Numbers n such that 5*n^2 + 4 is a square. - Gregory V. Richardson, Oct 13 2002

Apart from initial terms, also Pisot sequences E(3,8), P(3,8), T(3,8). See A008776 for definitions of Pisot sequences.

a(n)=n+sum(k=0,n-1,sum(i=0,k,a(i))). - Benoit Cloitre, Jan 26 2003

Binomial transform of A000045. - Paul Barry, Apr 11 2003

Number of walks of length 2n+1 in the path graph P_4 from one end to the other one. Example: a(2)=3 because in the path ABCD we have ABABCD, ABCBCD and ABCDCD. - Emeric Deutsch, Apr 02 2004

Simplest example of a second-order recurrence with the sixth term a square.

Number of (s(0), s(1), ..., s(2n)) such that 0 < s(i) < 5 and |s(i) - s(i-1)| = 1 for i = 1,2,....,2n, s(0) = 1, s(2n) = 3. - Lekraj Beedassy, Jun 11 2004

a(n) (for n>0) is the smallest positive integer that cannot be created by summing at most n values chosen among the previous terms (with repeats allowed). - Andrew Weimholt, Jul 20 2004

a(n+1) = (A005248(n+1) - A001519(n))/2. - Creighton Dement, Aug 15 2004

All nonnegative integer solutions of Pell equation b(n)^2 - 5*a(n)^2 = +4 together with b(n)=A005248(n), n>=0. - Wolfdieter Lang, Aug 31 2004

a(n+1) is a Chebyshev transform of 3^n (A000244), where the sequence with g.f. G(x) is sent to the sequence with g.f. (1/(1+x^2))G(x/(1+x^2)). - Paul Barry, Oct 25 2004

a(n) = the number of unique products of matrices A, B, C, in (A+B+C)^n where commutator [A,B]= 0 but C does not commute with A or B. - Paul D. Hanna and Max Alekseyev, Feb 01 2006

Number of binary words with exactly k-1 strictly increasing runs.

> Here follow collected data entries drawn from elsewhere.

namespace LongRecord.Synthesis.Truth;

/// <summary>
/// One annotation in the neutral list the integrator writes as a WFDB annotation file. <see cref="Code"/> uses the
/// MIT-BIH mnemonics (from memory): beats <c>N</c>, <c>A</c> (atrial premature, S-class beat with an ectopic P),
/// <c>S</c> (S-class beat without an ectopic P before it, such as PSVT), <c>V</c>; <c>x</c> non-conducted P wave;
/// <c>+</c> rhythm change with the label in <see cref="Aux"/>; <c>[</c> and <c>]</c> start and end of ventricular
/// flutter/fibrillation; <c>~</c> change in signal quality, with <see cref="NoisyLeadMask"/> (bit k = lead k noisy,
/// 0 = all clean) and the active noise kinds in <see cref="Aux"/>.
/// </summary>
public readonly record struct TruthAnnotation(long Sample, double TimeS, string Code, string? Aux = null, int NoisyLeadMask = 0);
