namespace LongRecord.Synthesis.Truth;

/// <summary>
/// Ground truth for one QRS complex. Times are seconds from the first sample; samples are round(time × rate).
/// R is the beat's fiducial point (largest excursion of its QRS in the first lead); QRS onset/offset and T end follow
/// the 2 % definitions documented on <c>LeadMorphologies</c> and in <c>fixtures/scenarios/README.md</c>.
/// </summary>
public readonly record struct TruthBeat(
    int Index,
    double RTimeS,
    long RSample,
    BeatClass Class,
    string Morphology,
    bool IsBroad,
    double QrsOnsetS,
    double QrsOffsetS,
    long QrsOnsetSample,
    long QrsOffsetSample,
    PWaveKind PWave,
    double? PPeakS,
    long? PPeakSample,
    string? PShape,
    double TEndS,
    long TEndSample,
    double? RrS)
{
    public double QrsWidthMs => (QrsOffsetS - QrsOnsetS) * 1000.0;
}

/// <summary>A P wave with no QRS of its own: blocked (AV block, blocked P) or dissociated (during broad-complex tachycardia).</summary>
public readonly record struct TruthPWave(double PeakS, long PeakSample, bool IsNonConducted, string Shape);
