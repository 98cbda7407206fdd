namespace LongRecord.Synthesis.Truth;

/// <summary>
/// Ground truth for one rhythm stretch. <see cref="Kind"/> is the scenario rhythm name (sinus, af, psvt…) or an
/// episode inside a segment (sve-couplet, sve-run, ve-couplet, ve-run, pause). Beat-carrying intervals run from the
/// R time of their first beat to the R time of their last; ventricular flutter/fibrillation run over the scripted
/// stretch; a pause runs from the R before it to the R after it.
/// </summary>
public sealed record RhythmInterval
{
    public required string Kind { get; init; }

    /// <summary>WFDB-style rhythm label such as <c>(AFIB</c>, or null for episodes that carry none (couplets, pauses).</summary>
    public string? Label { get; init; }

    public required double StartS { get; init; }
    public required double EndS { get; init; }
    public required long StartSample { get; init; }
    public required long EndSample { get; init; }
    public required OnsetType Onset { get; init; }
    public required OnsetType Offset { get; init; }

    /// <summary>True for an episode inside a segment (run, couplet, pause), false for a timeline segment.</summary>
    public required bool IsEpisode { get; init; }

    /// <summary>Index of the scenario segment it came from.</summary>
    public required int SegmentIndex { get; init; }

    public required int BeatCount { get; init; }

    /// <summary>The parameters used (defaults filled in), with units in the names.</summary>
    public required IReadOnlyDictionary<string, double> Parameters { get; init; }

    public IReadOnlyDictionary<string, string> Settings { get; init; } = new Dictionary<string, string>();

    public double DurationS => EndS - StartS;
}

/// <summary>Ground truth for one noise stretch.</summary>
public sealed record NoiseInterval
{
    /// <summary>baseline-wander, muscle, electrode-motion or lead-off.</summary>
    public required string Kind { get; init; }
    public required double StartS { get; init; }
    public required double EndS { get; init; }
    public required long StartSample { get; init; }
    public required long EndSample { get; init; }

    /// <summary>Signal-to-noise ratio in dB by the formula in <c>NoiseCalibration</c>; null for lead-off.</summary>
    public double? SnrDb { get; init; }

    public required IReadOnlyList<string> Leads { get; init; }

    /// <summary>flat, rail-high or rail-low for lead-off, else null.</summary>
    public string? LeadOffMode { get; init; }
}
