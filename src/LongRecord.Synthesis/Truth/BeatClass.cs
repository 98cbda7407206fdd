namespace LongRecord.Synthesis.Truth;

/// <summary>
/// Beat class as in the AAMI grouping (ANSI/AAMI EC57): N normal or conducted supraventricular rhythm beat (sinus,
/// AF, flutter), S supraventricular ectopic (premature atrial beats, SVE runs, focal and multifocal atrial
/// tachycardia, PSVT), V ventricular ectopic (PVCs, VE runs, broad-complex tachycardia).
/// </summary>
public enum BeatClass
{
    N,
    S,
    V,
}

/// <summary>What atrial wave a beat carries.</summary>
public enum PWaveKind
{
    /// <summary>No discrete P wave (PVC, AF, flutter, PSVT without retrograde P, broad-complex tachycardia).</summary>
    None,

    /// <summary>Sinus P wave before the QRS.</summary>
    Sinus,

    /// <summary>Ectopic atrial P wave before the QRS, of a shape unlike the sinus P.</summary>
    Ectopic,

    /// <summary>Retrograde P wave after the QRS (PSVT).</summary>
    Retrograde,
}

/// <summary>Whether a rhythm starts or stops from one beat to the next or over many beats.</summary>
public enum OnsetType
{
    Abrupt,
    Gradual,
}
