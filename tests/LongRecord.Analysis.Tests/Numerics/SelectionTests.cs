using LongRecord.Analysis.Numerics;

namespace LongRecord.Analysis.Tests.Numerics;

/// <summary>
/// The order statistics the delineator's noise levels, its P-wave correlations and the quality windows' quiet levels
/// rest on, against the definition: the value at position n of the sorted values. Short spans are taken by rank and
/// long ones by partitioning; both must give the sorted array's value, ties and all.
/// </summary>
public sealed class SelectionTests
{
    [Theory]
    [InlineData(1)]
    [InlineData(7)]
    [InlineData(8)]
    [InlineData(23)]
    [InlineData(64)]
    [InlineData(65)]
    [InlineData(200)]
    public void Nth_IsTheSortedValue_AtEveryPosition(int count)
    {
        var random = new Random(count);
        for (var trial = 0; trial < 20; trial++)
        {
            // Every third trial draws from a few levels only, so that many values tie.
            var values = new float[count];
            for (var i = 0; i < count; i++)
            {
                values[i] = trial % 3 == 0 ? random.Next(4) : (float)(random.NextDouble() * 10 - 5);
            }

            var sorted = values.Order().ToArray();
            for (var n = 0; n < count; n++)
            {
                Assert.Equal(sorted[n], Selection.Nth((float[])values.Clone(), n));
            }

            Assert.Equal(sorted[count / 2], Selection.Median((float[])values.Clone()));
        }
    }
}
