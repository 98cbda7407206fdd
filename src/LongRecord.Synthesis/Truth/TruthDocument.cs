using System.Globalization;
using System.Text.Json;
using System.Text.Json.Serialization;

namespace LongRecord.Synthesis.Truth;

/// <summary>
/// The truth file written beside a synthetic recording (System.Text.Json, camelCase, enums as strings). Times are in
/// seconds from the first sample, samples are 0-based indices at <see cref="SamplingRateHz"/>.
/// </summary>
public sealed record TruthDocument
{
    public const string FormatName = "longrecord-synthesis-truth";

    public string Format { get; init; } = FormatName;
    public int Version { get; init; } = 1;
    public required string Scenario { get; init; }
    public required ulong Seed { get; init; }
    public required double SamplingRateHz { get; init; }
    public required double DurationS { get; init; }
    public required long SampleCount { get; init; }

    /// <summary>Local start, ISO 8601 without offset.</summary>
    public required string StartDateTime { get; init; }

    public required IReadOnlyList<string> Leads { get; init; }
    public required IReadOnlyDictionary<string, string> Definitions { get; init; }
    public required IReadOnlyList<TruthBeat> Beats { get; init; }
    public required IReadOnlyList<TruthPWave> PWaves { get; init; }
    public required IReadOnlyList<RhythmInterval> Rhythms { get; init; }
    public required IReadOnlyList<NoiseInterval> Noise { get; init; }

    private static readonly JsonSerializerOptions s_options = new()
    {
        PropertyNamingPolicy = JsonNamingPolicy.CamelCase,
        Converters = { new JsonStringEnumConverter() },
        NumberHandling = JsonNumberHandling.AllowNamedFloatingPointLiterals,
    };

    public static TruthDocument From(SyntheticRecording recording) => new()
    {
        Scenario = recording.Scenario.Name,
        Seed = recording.Seed,
        SamplingRateHz = recording.SamplingRateHz,
        DurationS = recording.DurationS,
        SampleCount = recording.SampleCount,
        StartDateTime = recording.StartDateTime.ToString("yyyy-MM-ddTHH:mm:ss", CultureInfo.InvariantCulture),
        Leads = recording.Leads,
        Definitions = s_definitions,
        // The lazy view: the serializer enumerates it while writing, so the beat list is never copied.
        Beats = recording.Truth.Beats,
        PWaves = recording.Truth.PWaves,
        Rhythms = recording.Truth.Rhythms,
        Noise = recording.Truth.Noise,
    };

    public void Write(Stream stream) => JsonSerializer.Serialize(stream, this, s_options);

    /// <summary>Writes to <paramref name="path"/> through a temporary file renamed when complete.</summary>
    public void Save(string path)
    {
        var temp = path + ".partial";
        using (var stream = new FileStream(temp, FileMode.Create, FileAccess.Write, FileShare.None))
        {
            Write(stream);
        }

        File.Move(temp, path, overwrite: true);
    }

    public static TruthDocument Read(Stream stream) =>
        JsonSerializer.Deserialize<TruthDocument>(stream, s_options) ?? throw new JsonException("the truth file is empty");

    public static TruthDocument Load(string path)
    {
        using var stream = new FileStream(path, FileMode.Open, FileAccess.Read, FileShare.Read);
        return Read(stream);
    }

    private static readonly IReadOnlyDictionary<string, string> s_definitions = new Dictionary<string, string>
    {
        ["rTimeS"] = "fiducial point: time of the largest absolute excursion of the beat's Q+R+S Gaussian sum in the first lead",
        ["qrsOnsetS"] = "earliest time, over all leads, at which a lead's Q+R+S sum reaches 2 % of its own largest absolute excursion",
        ["qrsOffsetS"] = "latest such time",
        ["tEndS"] = "time after the T peak where the T Gaussian falls to 2 % of its peak (centre + 2.797 widths)",
        ["pPeakS"] = "reference time of the P wave: the peak of a monophasic P, the midpoint of a biphasic P",
        ["snrDb"] = "10 log10(S/N); S = (median clean QRS peak-to-peak amplitude of the lead over the stretch)^2 / 8, N = mean square of the added noise over the stretch",
        ["rhythmExtent"] = "beat rhythms run from the R time of their first beat to that of their last; ventricular flutter/fibrillation over the scripted stretch; a pause from the R before it to the R after it",
    };
}
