using LongRecord.Synthesis.Timeline;

namespace LongRecord.Synthesis.Truth;

/// <summary>Builds the neutral annotation stream from the schedule, lazily and in sample order.</summary>
internal static class TruthAnnotations
{
    public static IEnumerable<TruthAnnotation> Build(RecordingTruth truth, Complex[] complexes, ContinuousSource[] sources)
    {
        var extras = Extras(truth, sources);
        var next = 0;
        byte current = RhythmLabels.None;
        foreach (var c in complexes)
        {
            var anchor = c.AnchorS;
            var sample = truth.Sample(anchor);
            while (next < extras.Count && extras[next].Sample <= sample)
            {
                var e = extras[next++];
                current = e.Code == "[" ? e.Label : e.Code == "]" ? RhythmLabels.None : current;
                yield return e.Annotation;
            }

            if (!c.IsBeat)
            {
                if (c.Class == Complex.ClassNonConductedP)
                {
                    yield return new TruthAnnotation(sample, anchor, "x");
                }

                continue;
            }

            if (c.Label != current && c.Label != RhythmLabels.None)
            {
                current = c.Label;
                yield return new TruthAnnotation(sample, anchor, "+", RhythmLabels.Text(current));
            }

            yield return new TruthAnnotation(sample, anchor, BeatCode(c));
        }

        while (next < extras.Count)
        {
            yield return extras[next++].Annotation;
        }
    }

    private static string BeatCode(in Complex c) => (BeatClass)c.Class switch
    {
        BeatClass.N => "N",
        BeatClass.V => "V",
        _ => !double.IsNaN(c.PTimeS) && c.PTimeS < c.RTimeS ? "A" : "S",
    };

    private sealed record Extra(long Sample, string Code, byte Label, TruthAnnotation Annotation);

    private static List<Extra> Extras(RecordingTruth truth, ContinuousSource[] sources)
    {
        var list = new List<Extra>();
        foreach (var s in sources)
        {
            if (s.Kind is not (ContinuousKind.VentricularFlutter or ContinuousKind.VentricularFibrillation))
            {
                continue;
            }

            var label = s.Kind == ContinuousKind.VentricularFlutter ? RhythmLabels.VentricularFlutter : RhythmLabels.VentricularFibrillation;
            var a = truth.Sample(s.StartS);
            var b = truth.Sample(s.EndS);
            list.Add(new Extra(a, "+", label, new TruthAnnotation(a, s.StartS, "+", RhythmLabels.Text(label))));
            list.Add(new Extra(a, "[", label, new TruthAnnotation(a, s.StartS, "[")));
            list.Add(new Extra(b, "]", label, new TruthAnnotation(b, s.EndS, "]")));
        }

        // Signal quality changes: at each start or end of a stretch, the union of the leads noisy from there on.
        var points = truth.Noise.SelectMany(n => new[] { n.StartSample, n.EndSample }).Distinct().Order().ToList();
        foreach (var p in points)
        {
            var mask = 0;
            var kinds = new List<string>();
            for (var i = 0; i < truth.Noise.Count; i++)
            {
                var n = truth.Noise[i];
                if (n.StartSample <= p && p < n.EndSample)
                {
                    mask |= truth.NoiseLeadMasks[i];
                    if (!kinds.Contains(n.Kind))
                    {
                        kinds.Add(n.Kind);
                    }
                }
            }

            var aux = kinds.Count == 0 ? "clean" : string.Join(",", kinds);
            list.Add(new Extra(p, "~", 0, new TruthAnnotation(p, p / truth.SamplingRateHz, "~", aux, mask)));
        }

        return [.. list.Select((e, i) => (e, i)).OrderBy(p => p.e.Sample).ThenBy(p => p.i).Select(p => p.e)];
    }
}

Example: a(3)=F(6)=8 because we have 0|0,1|0,1|1,0|01,01|0,1|01,01|1 and 01|01. Column sums of A119900. - Emeric Deutsch, Jul 23 2006

See Table 1 on page 411 of Lukovits and Janezic paper. - Parthasarathy Nambi, Aug 22 2006

Inverse: With phi = (sqrt(5) + 1)/2, log_phi((sqrt(5) a(n) + sqrt(5 a(n)^2 + 4))/2) = n. - David W. Cantrell (DWCantrell(AT)sigmaxi.net), Feb 19 2007

[1,3,8,21,55,144,...] is the Hankel transform of [1,1,4,17,75,339,1558,...](see A026378). - Philippe Deléham, Apr 13 2007

The Diophantine equation a(n) = m has a solution (for m >= 1) if and only if floor(arcsinh(sqrt(5)*m/2)/log(phi)) <> floor(arccosh(sqrt(5)*m/2)/log(phi)) where phi is the golden ratio. An equivalent condition is A130259(m) = A130260(m). - Hieronymus Fischer, May 25 2007

a(n+1)= AB^(n)(1), n>=0, with compositions of Wythoff's complementary A(n):=A000201(n) and B(n)=A001950(n) sequences. See the W. Lang link under A135817 for the Wythoff representation of numbers (with A as 1 and B as 0 and the argument 1 omitted). E.g., 1=`1`, 3=`10`, 8=`100`, 21=`1000`,..., in Wythoff code.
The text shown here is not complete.